Task description: You are asked to write out the entries exactly as they are given.

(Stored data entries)

++++

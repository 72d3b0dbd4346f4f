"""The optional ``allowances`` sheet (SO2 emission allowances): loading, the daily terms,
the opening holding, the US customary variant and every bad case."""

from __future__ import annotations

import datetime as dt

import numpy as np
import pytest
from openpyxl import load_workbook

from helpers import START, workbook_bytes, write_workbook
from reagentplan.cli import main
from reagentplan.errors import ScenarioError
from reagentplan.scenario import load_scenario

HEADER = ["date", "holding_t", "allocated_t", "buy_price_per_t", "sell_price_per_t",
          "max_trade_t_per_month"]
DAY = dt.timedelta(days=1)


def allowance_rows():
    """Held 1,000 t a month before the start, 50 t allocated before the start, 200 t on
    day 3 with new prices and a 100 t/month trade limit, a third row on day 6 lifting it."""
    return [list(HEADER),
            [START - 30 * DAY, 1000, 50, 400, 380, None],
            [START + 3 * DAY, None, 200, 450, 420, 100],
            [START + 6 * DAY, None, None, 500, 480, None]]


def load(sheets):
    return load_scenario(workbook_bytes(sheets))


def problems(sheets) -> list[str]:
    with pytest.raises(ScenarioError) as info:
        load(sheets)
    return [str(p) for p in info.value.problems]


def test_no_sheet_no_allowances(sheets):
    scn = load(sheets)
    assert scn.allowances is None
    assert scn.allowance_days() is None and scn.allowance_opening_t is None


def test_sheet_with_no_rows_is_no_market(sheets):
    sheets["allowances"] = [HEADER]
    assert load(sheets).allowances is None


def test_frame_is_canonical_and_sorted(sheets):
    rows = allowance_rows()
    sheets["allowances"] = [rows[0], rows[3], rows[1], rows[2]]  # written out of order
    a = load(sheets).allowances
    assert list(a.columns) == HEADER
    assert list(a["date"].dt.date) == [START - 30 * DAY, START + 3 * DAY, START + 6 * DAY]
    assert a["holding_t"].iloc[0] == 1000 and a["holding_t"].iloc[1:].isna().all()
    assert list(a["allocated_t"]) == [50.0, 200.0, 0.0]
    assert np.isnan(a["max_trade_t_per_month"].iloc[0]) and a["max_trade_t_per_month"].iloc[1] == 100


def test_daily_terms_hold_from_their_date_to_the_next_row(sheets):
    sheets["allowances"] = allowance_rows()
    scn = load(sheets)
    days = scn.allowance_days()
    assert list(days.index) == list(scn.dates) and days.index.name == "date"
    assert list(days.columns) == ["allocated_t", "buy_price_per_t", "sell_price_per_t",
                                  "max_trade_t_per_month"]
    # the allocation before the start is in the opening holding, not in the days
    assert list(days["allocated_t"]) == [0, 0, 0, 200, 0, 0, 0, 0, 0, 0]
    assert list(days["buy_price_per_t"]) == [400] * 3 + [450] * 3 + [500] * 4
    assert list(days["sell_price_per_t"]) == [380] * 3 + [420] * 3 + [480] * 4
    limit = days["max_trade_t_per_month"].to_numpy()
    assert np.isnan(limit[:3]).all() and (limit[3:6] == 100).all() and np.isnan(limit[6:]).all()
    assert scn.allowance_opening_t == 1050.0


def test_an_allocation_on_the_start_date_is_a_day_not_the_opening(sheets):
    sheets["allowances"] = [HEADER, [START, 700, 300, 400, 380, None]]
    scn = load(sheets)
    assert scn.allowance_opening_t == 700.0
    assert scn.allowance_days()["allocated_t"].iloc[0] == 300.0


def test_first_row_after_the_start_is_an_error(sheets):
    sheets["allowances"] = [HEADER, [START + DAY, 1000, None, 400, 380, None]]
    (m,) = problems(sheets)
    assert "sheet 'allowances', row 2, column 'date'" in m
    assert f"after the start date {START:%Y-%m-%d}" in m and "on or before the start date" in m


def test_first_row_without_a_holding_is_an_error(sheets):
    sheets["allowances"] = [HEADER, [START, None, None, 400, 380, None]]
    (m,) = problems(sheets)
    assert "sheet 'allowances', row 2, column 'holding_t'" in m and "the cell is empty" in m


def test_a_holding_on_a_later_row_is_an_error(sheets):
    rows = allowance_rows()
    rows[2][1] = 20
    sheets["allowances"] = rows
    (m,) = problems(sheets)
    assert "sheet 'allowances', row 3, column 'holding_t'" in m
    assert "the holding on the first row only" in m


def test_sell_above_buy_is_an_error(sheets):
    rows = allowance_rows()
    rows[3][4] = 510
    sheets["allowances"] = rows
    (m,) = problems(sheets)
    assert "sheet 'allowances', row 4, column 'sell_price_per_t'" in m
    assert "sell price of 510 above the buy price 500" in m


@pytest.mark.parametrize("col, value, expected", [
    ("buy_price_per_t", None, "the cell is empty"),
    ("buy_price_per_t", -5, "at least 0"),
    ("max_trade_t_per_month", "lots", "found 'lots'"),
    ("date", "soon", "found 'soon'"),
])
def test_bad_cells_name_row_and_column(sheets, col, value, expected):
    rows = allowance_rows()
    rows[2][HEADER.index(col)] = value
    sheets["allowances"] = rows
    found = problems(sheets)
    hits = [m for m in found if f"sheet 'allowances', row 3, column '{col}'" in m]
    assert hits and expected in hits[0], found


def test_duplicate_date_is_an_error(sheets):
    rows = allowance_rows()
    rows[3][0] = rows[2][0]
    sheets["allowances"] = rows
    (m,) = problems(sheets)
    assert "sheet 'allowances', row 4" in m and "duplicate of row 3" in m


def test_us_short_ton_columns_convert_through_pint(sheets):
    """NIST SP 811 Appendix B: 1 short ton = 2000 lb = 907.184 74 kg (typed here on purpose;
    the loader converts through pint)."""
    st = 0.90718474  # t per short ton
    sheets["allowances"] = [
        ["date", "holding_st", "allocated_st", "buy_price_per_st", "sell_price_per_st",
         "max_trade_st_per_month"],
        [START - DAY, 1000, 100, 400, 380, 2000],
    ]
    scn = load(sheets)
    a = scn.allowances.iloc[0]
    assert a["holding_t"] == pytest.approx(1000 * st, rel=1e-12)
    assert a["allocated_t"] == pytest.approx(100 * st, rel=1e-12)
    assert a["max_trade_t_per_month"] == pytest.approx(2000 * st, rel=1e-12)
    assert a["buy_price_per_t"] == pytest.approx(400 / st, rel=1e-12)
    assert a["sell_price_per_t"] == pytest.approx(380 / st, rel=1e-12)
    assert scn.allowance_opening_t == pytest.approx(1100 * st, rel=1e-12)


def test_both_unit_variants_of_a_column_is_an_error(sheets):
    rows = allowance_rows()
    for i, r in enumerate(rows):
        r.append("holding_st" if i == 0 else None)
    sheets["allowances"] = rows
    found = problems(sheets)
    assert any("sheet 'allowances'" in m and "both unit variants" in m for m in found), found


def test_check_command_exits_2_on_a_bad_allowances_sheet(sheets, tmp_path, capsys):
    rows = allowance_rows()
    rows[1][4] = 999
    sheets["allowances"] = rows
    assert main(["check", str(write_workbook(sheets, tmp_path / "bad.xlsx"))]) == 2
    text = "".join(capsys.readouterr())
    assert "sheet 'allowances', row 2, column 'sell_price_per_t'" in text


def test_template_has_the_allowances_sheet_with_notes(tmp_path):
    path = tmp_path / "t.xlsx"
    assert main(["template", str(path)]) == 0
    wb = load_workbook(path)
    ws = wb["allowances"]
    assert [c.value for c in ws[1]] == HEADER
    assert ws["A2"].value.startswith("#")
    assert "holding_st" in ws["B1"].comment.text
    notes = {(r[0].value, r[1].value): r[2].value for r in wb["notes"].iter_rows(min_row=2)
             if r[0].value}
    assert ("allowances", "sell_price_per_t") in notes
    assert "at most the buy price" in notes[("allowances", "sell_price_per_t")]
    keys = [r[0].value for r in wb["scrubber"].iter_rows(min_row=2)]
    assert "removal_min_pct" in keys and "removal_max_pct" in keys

++++

Solution for this exercise:
repository 72d3b0dbd4346f4f
"""The optional ``allowances`` sheet (SO2 emission allowances): loading, the daily terms,
the opening holding, the US customary variant and every bad case."""

from __future__ import annotations

import datetime as dt

import numpy as np
import pytest
from openpyxl import load_workbook

from helpers import START, workbook_bytes, write_workbook
from reagentplan.cli import main
from reagentplan.errors import ScenarioError
from reagentplan.scenario import load_scenario

HEADER = ["date", "holding_t", "allocated_t", "buy_price_per_t", "sell_price_per_t",
          "max_trade_t_per_month"]
DAY = dt.timedelta(days=1)


def allowance_rows():
    """Held 1,000 t a month before the start, 50 t allocated before the start, 200 t on
    day 3 with new prices and a 100 t/month trade limit, a third row on day 6 lifting it."""
    return [list(HEADER),
            [START - 30 * DAY, 1000, 50, 400, 380, None],
            [START + 3 * DAY, None, 200, 450, 420, 100],
            [START + 6 * DAY, None, None, 500, 480, None]]


def load(sheets):
    return load_scenario(workbook_bytes(sheets))


def problems(sheets) -> list[str]:
    with pytest.raises(ScenarioError) as info:
        load(sheets)
    return [str(p) for p in info.value.problems]


def test_no_sheet_no_allowances(sheets):
    scn = load(sheets)
    assert scn.allowances is None
    assert scn.allowance_days() is None and scn.allowance_opening_t is None


def test_sheet_with_no_rows_is_no_market(sheets):
    sheets["allowances"] = [HEADER]
    assert load(sheets).allowances is None


def test_frame_is_canonical_and_sorted(sheets):
    rows = allowance_rows()
    sheets["allowances"] = [rows[0], rows[3], rows[1], rows[2]]  # written out of order
    a = load(sheets).allowances
    assert list(a.columns) == HEADER
    assert list(a["date"].dt.date) == [START - 30 * DAY, START + 3 * DAY, START + 6 * DAY]
    assert a["holding_t"].iloc[0] == 1000 and a["holding_t"].iloc[1:].isna().all()
    assert list(a["allocated_t"]) == [50.0, 200.0, 0.0]
    assert np.isnan(a["max_trade_t_per_month"].iloc[0]) and a["max_trade_t_per_month"].iloc[1] == 100


def test_daily_terms_hold_from_their_date_to_the_next_row(sheets):
    sheets["allowances"] = allowance_rows()
    scn = load(sheets)
    days = scn.allowance_days()
    assert list(days.index) == list(scn.dates) and days.index.name == "date"
    assert list(days.columns) == ["allocated_t", "buy_price_per_t", "sell_price_per_t",
                                  "max_trade_t_per_month"]
    # the allocation before the start is in the opening holding, not in the days
    assert list(days["allocated_t"]) == [0, 0, 0, 200, 0, 0, 0, 0, 0, 0]
    assert list(days["buy_price_per_t"]) == [400] * 3 + [450] * 3 + [500] * 4
    assert list(days["sell_price_per_t"]) == [380] * 3 + [420] * 3 + [480] * 4
    limit = days["max_trade_t_per_month"].to_numpy()
    assert np.isnan(limit[:3]).all() and (limit[3:6] == 100).all() and np.isnan(limit[6:]).all()
    assert scn.allowance_opening_t == 1050.0


def test_an_allocation_on_the_start_date_is_a_day_not_the_opening(sheets):
    sheets["allowances"] = [HEADER, [START, 700, 300, 400, 380, None]]
    scn = load(sheets)
    assert scn.allowance_opening_t == 700.0
    assert scn.allowance_days()["allocated_t"].iloc[0] == 300.0


def test_first_row_after_the_start_is_an_error(sheets):
    sheets["allowances"] = [HEADER, [START + DAY, 1000, None, 400, 380, None]]
    (m,) = problems(sheets)
    assert "sheet 'allowances', row 2, column 'date'" in m
    assert f"after the start date {START:%Y-%m-%d}" in m and "on or before the start date" in m


def test_first_row_without_a_holding_is_an_error(sheets):
    sheets["allowances"] = [HEADER, [START, None, None, 400, 380, None]]
    (m,) = problems(sheets)
    assert "sheet 'allowances', row 2, column 'holding_t'" in m and "the cell is empty" in m


def test_a_holding_on_a_later_row_is_an_error(sheets):
    rows = allowance_rows()
    rows[2][1] = 20
    sheets["allowances"] = rows
    (m,) = problems(sheets)
    assert "sheet 'allowances', row 3, column 'holding_t'" in m
    assert "the holding on the first row only" in m


def test_sell_above_buy_is_an_error(sheets):
    rows = allowance_rows()
    rows[3][4] = 510
    sheets["allowances"] = rows
    (m,) = problems(sheets)
    assert "sheet 'allowances', row 4, column 'sell_price_per_t'" in m
    assert "sell price of 510 above the buy price 500" in m


@pytest.mark.parametrize("col, value, expected", [
    ("buy_price_per_t", None, "the cell is empty"),
    ("buy_price_per_t", -5, "at least 0"),
    ("max_trade_t_per_month", "lots", "found 'lots'"),
    ("date", "soon", "found 'soon'"),
])
def test_bad_cells_name_row_and_column(sheets, col, value, expected):
    rows = allowance_rows()
    rows[2][HEADER.index(col)] = value
    sheets["allowances"] = rows
    found = problems(sheets)
    hits = [m for m in found if f"sheet 'allowances', row 3, column '{col}'" in m]
    assert hits and expected in hits[0], found


def test_duplicate_date_is_an_error(sheets):
    rows = allowance_rows()
    rows[3][0] = rows[2][0]
    sheets["allowances"] = rows
    (m,) = problems(sheets)
    assert "sheet 'allowances', row 4" in m and "duplicate of row 3" in m


def test_us_short_ton_columns_convert_through_pint(sheets):
    """NIST SP 811 Appendix B: 1 short ton = 2000 lb = 907.184 74 kg (typed here on purpose;
    the loader converts through pint)."""
    st = 0.90718474  # t per short ton
    sheets["allowances"] = [
        ["date", "holding_st", "allocated_st", "buy_price_per_st", "sell_price_per_st",
         "max_trade_st_per_month"],
        [START - DAY, 1000, 100, 400, 380, 2000],
    ]
    scn = load(sheets)
    a = scn.allowances.iloc[0]
    assert a["holding_t"] == pytest.approx(1000 * st, rel=1e-12)
    assert a["allocated_t"] == pytest.approx(100 * st, rel=1e-12)
    assert a["max_trade_t_per_month"] == pytest.approx(2000 * st, rel=1e-12)
    assert a["buy_price_per_t"] == pytest.approx(400 / st, rel=1e-12)
    assert a["sell_price_per_t"] == pytest.approx(380 / st, rel=1e-12)
    assert scn.allowance_opening_t == pytest.approx(1100 * st, rel=1e-12)


def test_both_unit_variants_of_a_column_is_an_error(sheets):
    rows = allowance_rows()
    for i, r in enumerate(rows):
        r.append("holding_st" if i == 0 else None)
    sheets["allowances"] = rows
    found = problems(sheets)
    assert any("sheet 'allowances'" in m and "both unit variants" in m for m in found), found


def test_check_command_exits_2_on_a_bad_allowances_sheet(sheets, tmp_path, capsys):
    rows = allowance_rows()
    rows[1][4] = 999
    sheets["allowances"] = rows
    assert main(["check", str(write_workbook(sheets, tmp_path / "bad.xlsx"))]) == 2
    text = "".join(capsys.readouterr())
    assert "sheet 'allowances', row 2, column 'sell_price_per_t'" in text


def test_template_has_the_allowances_sheet_with_notes(tmp_path):
    path = tmp_path / "t.xlsx"
    assert main(["template", str(path)]) == 0
    wb = load_workbook(path)
    ws = wb["allowances"]
    assert [c.value for c in ws[1]] == HEADER
    assert ws["A2"].value.startswith("#")
    assert "holding_st" in ws["B1"].comment.text
    notes = {(r[0].value, r[1].value): r[2].value for r in wb["notes"].iter_rows(min_row=2)
             if r[0].value}
    assert ("allowances", "sell_price_per_t") in notes
    assert "at most the buy price" in notes[("allowances", "sell_price_per_t")]
    keys = [r[0].value for r in wb["scrubber"].iter_rows(min_row=2)]
    assert "removal_min_pct" in keys and "removal_max_pct" in keys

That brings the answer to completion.